Following US steps? Boris Johnson calls for ‘new’ Iran nuclear deal, but Tehran says first comply with old one
British Prime Minister Boris Johnson has called for a “new” nuclear deal with Iran, winning approval from US President Donald Trump but raising questions if London will now follow Washington in abandoning the existing agreement.
The UK was one of the six countries that signed the Joint Comprehensive Plan of Action (JCPOA) with Tehran in 2015, a deal intended to limit Iran’s nuclear program to peaceful research with UN blessing. Trump unilaterally withdrew the US from the JCPOA in March 2018, but other signatories have remained committed to the deal on paper – until now.
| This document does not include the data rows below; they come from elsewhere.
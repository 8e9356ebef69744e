import { Check, Clock } from 'lucide-react';
import { Chip } from '@/components/ui/chip';
import { Sheet } from '@/components/ui/sheet';
import { formatDate } from '@/lib/format';
import { OUTCOME_WORDS } from '@/lib/ladder/hearing';
import type { PlainHearing } from '@/lib/ladder/server/progress-of-student';

/** The last hearings with the teacher's words. */
export function HearingsInWords({ hearings, locale, isReader }: { hearings: readonly PlainHearing[]; locale: string; isReader: boolean }) {
  if (hearings.length === 0) return <Sheet title="Hearings"><p className="text-ink-3">{`No rung has been heard yet. A hearing is a short moment in the lesson in which the teacher listens to ${isReader ? 'you' : 'the student'} play one thing; what was heard is kept as proof.`}</p></Sheet>;
  return (
    <Sheet title="Hearings" flush>
      <ul className="border-t border-rule">
        {hearings.map(({ id, plainTitle, title, outcome, on, by, note }) => (
          <li key={id} className="grid gap-1 border-b border-rule px-4 py-3 last:border-b-0">
            <p className="flex flex-wrap items-center justify-between gap-2">
              <span className="font-bold">{plainTitle}</span>
              <Chip tone={outcome === 'passed' ? 'ok' : 'wait'} icon={outcome === 'passed' ? <Check size={13} aria-hidden /> : <Clock size={13} aria-hidden />}>{OUTCOME_WORDS[outcome]}</Chip>
            </p>
            <p className="text-small text-ink-3">{`${formatDate(on, locale, 'short')}, heard by ${by}`}<span className="block text-[12.5px]">{`Musicians say: ${title}`}</span></p>
            {note ? <p className="max-w-[58ch]">{`“${note}”`}</p> : null}
          </li>
        ))}
      </ul>
    </Sheet>
  );
}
“Whatever your objections to the old nuclear deal with Iran, it’s time now to move forward and do a new deal,” Johnson told Sky News on Monday, ahead of the UN General Assembly session in New York. He added that the UK was “trying to bring people together and de-escalate tensions.”
That, however, contradicts a statement he made on the way to New York, when he said the UK would “consider in what way we could be useful,” if asked by Saudi Arabia or the US to get involved militarily against Iran.
Within hours, a spokesman for 10 Downing Street sought to clarify Johnson’s remarks, saying that the PM “supports the JCPOA.”
“The Iranians aren’t currently in compliance and we need to bring them back into compliance. If there’s a way to do that we’re open to discussing possible solutions,” the unnamed spokesman told Reuters.
Either way, Johnson seems to have impressed Trump, who complimented the British leader on Monday when told about his remarks.
“I respect Boris a lot and I am not surprised at all that he was the first one to come out and say that,” the US leader said when asked about Johnson’s comments. “He does want a new deal… The other deal was ready to expire. It was a very short number of years left.”
The JCPOA was designed to go into effect in 2016 and expire by 2025. Much of the agreement was designed around lifting US sanctions, however, and they have all been reimposed by the Trump administration — along with new ones being added almost daily.
Iran has pointed to Trump’s unilateral withdrawal from the JCPOA as proof that the US can’t be trusted to negotiate another agreement in good faith. However, Tehran has offered to enshrine the nuclear deal into permanent law and agree to intrusive international inspections to ensure its atomic research is peaceful, demanding in return that Washington ratify the deal in Congress and lift the sanctions, to eliminate the possibility of another Trump-like reversal.
“Yes, we did offer that and that offer is still on the table,” Iranian Foreign Minister Javad Zarif told CNN on Monday. Nothing was said about a new deal, however.
While the EU has held negotiations with Iran to keep the JCPOA alive, Tehran has complained about European unwillingness to defy American dictates. Johnson, who became PM in July on a promise to push through the stalled Brexit process of leaving the EU, appears to have aligned his foreign policies more closely with Washington than Brussels, as further evidenced by his remarks on Iran – whatever they might mean in the end.